Legally Kidnapped

Shattering Your Child Welfare Delusions Since 2007


Sunday, August 19, 2007

Your Child and the Foster Care System

Imagine being a small child, lying in your bed and suddenly strangers come and take you out of a sound sleep. The last thing you see as you exit the house is your hysterical mother who is being held back by the police, screaming at the top of her lungs, “Please don’t take my baby away!” You are then put into the back of a car while kicking and screaming for your mother and taken to live with people who you have never met before.

Not all child removals initiated by Child Protective Services are that dramatic, especially if the child is taken from their school or daycare. But when a small child is removed from the home, often times it’s done in the middle of the night. A social worker comes knocking on the door accompanied by the police. The parents are in a state of confusion and hysterics and the child is taken away and placed in the foster care system.

The process of being removed from the home by Child Protective Services can be a traumatic experience for any child. It can have a lasting effect resulting in various psychological disorders such as Post Traumatic Stress Disorder, Social Anxiety Disorder and severe Depression, although that part of it is usually swept under the rug or blamed on the parents.
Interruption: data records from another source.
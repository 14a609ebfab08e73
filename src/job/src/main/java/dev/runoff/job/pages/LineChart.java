package dev.runoff.job.pages;

import java.util.List;
import java.util.Locale;

/**
 * A line chart as inline SVG, drawn on the server: one line per series over a shared x axis, y from 0 to
 * {@code yMax}. Colour is never the only carrier of meaning: each series also has its own dash pattern and
 * marker shape, and its name is written beside its last point and in the legend. The SVG carries a title
 * and a description for screen readers; the page's tables hold the same numbers.
 */
final class LineChart {

    /** Width of the drawing in SVG units (and CSS pixels). */
    static final int WIDTH = 760;
    /** Height of the drawing. */
    static final int HEIGHT = 300;
    private static final int LEFT = 56;
    private static final int RIGHT = 170;
    private static final int TOP = 28;
    private static final int BOTTOM = 44;
    /**
     * Line colours: the four Okabe-Ito colours (Okabe and Ito 2008) that keep a 3:1 contrast against white
     * (WCAG 2.1 success criterion 1.4.11), then black, a dark ochre, a purple and a grey that keep it too.
     */
    static final String[] COLOURS = {"#0072B2", "#D55E00", "#009E73", "#CC79A7", "#000000", "#996600", "#5D3A9B",
        "#666666"};
    private static final String[] DASHES = {"", "8 4", "2 3", "10 3 2 3", "4 4", "12 4 4 4", "1 2", "6 2 2 2"};

    /**
     * One line.
     *
     * @param name the series name (escaped when drawn)
     * @param ys   one value per x; NaN leaves a gap
     */
    record Series(String name, double[] ys) {
    }

    private LineChart() {
    }

    /**
     * The chart as an {@code <svg>} element.
     *
     * @param id     an id for the title element, unique in the page
     * @param title  the chart's title (escaped here)
     * @param xLabel what x measures (escaped here)
     * @param xs     the x values, ascending
     * @param yMax   top of the y axis, &gt; 0
     */
    static String svg(String id, String title, String xLabel, double[] xs, double yMax, List<Series> series) {
        StringBuilder b = new StringBuilder(4096);
        b.append("<svg xmlns=\"http://www.w3.org/2000/svg\" role=\"img\" width=\"").append(WIDTH).append("\" height=\"")
                .append(HEIGHT).append("\" viewBox=\"0 0 ").append(WIDTH).append(' ').append(HEIGHT)
                .append("\" aria-labelledby=\"").append(id).append("-t ").append(id).append("-d\">")
                .append("<title id=\"").append(id).append("-t\">").append(Html.escape(title)).append("</title>")
                .append("<desc id=\"").append(id).append("-d\">").append(series.size()).append(" lines over ")
                .append(xs.length).append(" decisions; the table below the charts holds the latest values.</desc>")
                .append("<rect width=\"100%\" height=\"100%\" fill=\"" + Html.BACKGROUND + "\"/>")
                .append(text(LEFT, 18, "start", title, "font-weight:bold"));
        double xMin = xs.length == 0 ? 0 : xs[0];
        double xMax = xs.length == 0 ? 1 : Math.max(xs[xs.length - 1], xMin + 1e-9);
        axes(b, xMin, xMax, yMax, xLabel);
        for (int s = 0; s < series.size(); s++) {
            line(b, s, series.get(s), xs, xMin, xMax, yMax);
        }
        return b.append("</svg>").toString();
    }

    private static void axes(StringBuilder b, double xMin, double xMax, double yMax, String xLabel) {
        int plotRight = WIDTH - RIGHT;
        int plotBottom = HEIGHT - BOTTOM;
        for (int i = 0; i <= 4; i++) {
            double v = yMax * i / 4;
            double y = y(v, yMax);
            b.append(segment(LEFT, y, plotRight, y, "#bbbbbb"));
            b.append(text(LEFT - 6, y + 4, "end", tick(v), ""));
        }
        for (int i = 0; i <= 4; i++) {
            double v = xMin + (xMax - xMin) * i / 4;
            double x = x(v, xMin, xMax);
            b.append(text(x, plotBottom + 16, "middle", tick(v), ""));
        }
        b.append(segment(LEFT, plotBottom, plotRight, plotBottom, Html.TEXT));
        b.append(segment(LEFT, TOP, LEFT, plotBottom, Html.TEXT));
        b.append(text((LEFT + plotRight) / 2.0, HEIGHT - 8, "middle", xLabel, ""));
    }

    private static void line(StringBuilder b, int s, Series series, double[] xs, double xMin, double xMax,
                             double yMax) {
        String colour = COLOURS[s % COLOURS.length];
        String dash = DASHES[s % DASHES.length];
        StringBuilder path = new StringBuilder();
        boolean pen = false;
        double lastX = Double.NaN;
        double lastY = Double.NaN;
        for (int i = 0; i < xs.length && i < series.ys().length; i++) {
            double v = series.ys()[i];
            if (!Double.isFinite(v)) {
                pen = false;
                continue;
            }
            lastX = x(xs[i], xMin, xMax);
            lastY = y(Math.min(v, yMax), yMax);
            path.append(pen ? " L" : " M").append(String.format(Locale.ROOT, "%.1f %.1f", lastX, lastY));
            pen = true;
        }
        b.append("<g><path fill=\"none\" stroke-width=\"2.5\" stroke=\"").append(colour).append('"');
        if (!dash.isEmpty()) {
            b.append(" stroke-dasharray=\"").append(dash).append('"');
        }
        b.append(" d=\"").append(path.length() == 0 ? "M0 0" : path.toString().trim()).append("\"/>");
        if (Double.isFinite(lastX)) {
            b.append(marker(s, lastX, lastY, colour));
        }
        double legendY = TOP + 6 + s * 18;
        int legendX = WIDTH - RIGHT + 12;
        b.append(String.format(Locale.ROOT, "<line x1=\"%d\" y1=\"%.1f\" x2=\"%d\" y2=\"%.1f\" stroke=\"%s\" "
                + "stroke-width=\"2.5\"%s/>", legendX, legendY, legendX + 26, legendY, colour,
                dash.isEmpty() ? "" : " stroke-dasharray=\"" + dash + "\""));
        b.append(marker(s, legendX + 13, legendY, colour));
        b.append(text(legendX + 32, legendY + 4, "start", series.name(), "")).append("</g>");
    }

    /** A marker whose shape (circle, square, triangle, diamond, repeating) tells the series apart. */
    private static String marker(int s, double x, double y, String colour) {
        return switch (s % 4) {
            case 0 -> String.format(Locale.ROOT, "<circle cx=\"%.1f\" cy=\"%.1f\" r=\"4\" fill=\"%s\"/>", x, y, colour);
            case 1 -> String.format(Locale.ROOT, "<rect x=\"%.1f\" y=\"%.1f\" width=\"8\" height=\"8\" fill=\"%s\"/>",
                    x - 4, y - 4, colour);
            case 2 -> String.format(Locale.ROOT, "<path d=\"M%.1f %.1f L%.1f %.1f L%.1f %.1f Z\" fill=\"%s\"/>",
                    x, y - 5, x + 5, y + 4, x - 5, y + 4, colour);
            default -> String.format(Locale.ROOT, "<path d=\"M%.1f %.1f L%.1f %.1f L%.1f %.1f L%.1f %.1f Z\" "
                    + "fill=\"%s\"/>", x, y - 5, x + 5, y, x, y + 5, x - 5, y, colour);
        };
    }

    private static String segment(double x1, double y1, double x2, double y2, String stroke) {
        return String.format(Locale.ROOT, "<line x1=\"%.1f\" y1=\"%.1f\" x2=\"%.1f\" y2=\"%.1f\" stroke=\"%s\"/>", x1, y1,
                x2, y2, stroke);
    }

    private static String text(double x, double y, String anchor, String content, String style) {
        return String.format(Locale.ROOT, "<text x=\"%.1f\" y=\"%.1f\" text-anchor=\"%s\" font-size=\"12\" "
                + "font-family=\"sans-serif\" fill=\"" + Html.TEXT + "\"%s>%s</text>", x, y, anchor,
                style.isEmpty() ? "" : " style=\"" + style + "\"", Html.escape(content));
    }

    private static String tick(double v) {
        if (v != 0 && Math.abs(v) < 0.01) {
            return String.format(Locale.ROOT, "%.2g", v);
        }
        return Math.abs(v) >= 100 ? String.format(Locale.ROOT, "%,.0f", v) : String.format(Locale.ROOT, "%.2f", v);
    }

    private static double x(double v, double xMin, double xMax) {
        return LEFT + (v - xMin) / (xMax - xMin) * (WIDTH - RIGHT - LEFT);
    }

    private static double y(double v, double yMax) {
        return HEIGHT - BOTTOM - v / yMax * (HEIGHT - BOTTOM - TOP);
    }
}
So, what could be worse then that? How about being caught up in the foster care system? Usually the child will be placed in a temporary foster home and then bounced from home to home every few months until they exit the foster care system. A high percentage of foster children are diagnosed with various mental disorders, most commonly ADHD and Depression. If the child is diagnosed with any of these they are sure to be medicated for it, often quite heavily.

Exiting the foster care system happens in various ways. A child can be reunited with their parents for example, or they can be adopted out. Some children are placed with other relatives, although this is too rare of an occurrence. Many exit the foster care system by turning 18, a process known as “aging out.” When a child ages out of the system, it is typically with no emotional or financial support. They’re suddenly on their own without the ability to take care of themselves. Many who age out of the system end up homeless or in jail within the first year of being emancipated.

Most children who age out of the system do so because they are not adoptable. This is often due to the child’s age or special needs. Very few perspective parents want to adopt a child with special needs, and most don’t want to adopt older children who come with the heavy emotional baggage that life in the foster care system places on children. So a family becomes an unrealistic dream for many children caught up in the system.

If a child’s special needs are too severe, they may not even be able to live in a foster home. These children will instead be placed in group homes staffed by trained workers and simply medicated and controlled until they turn 18.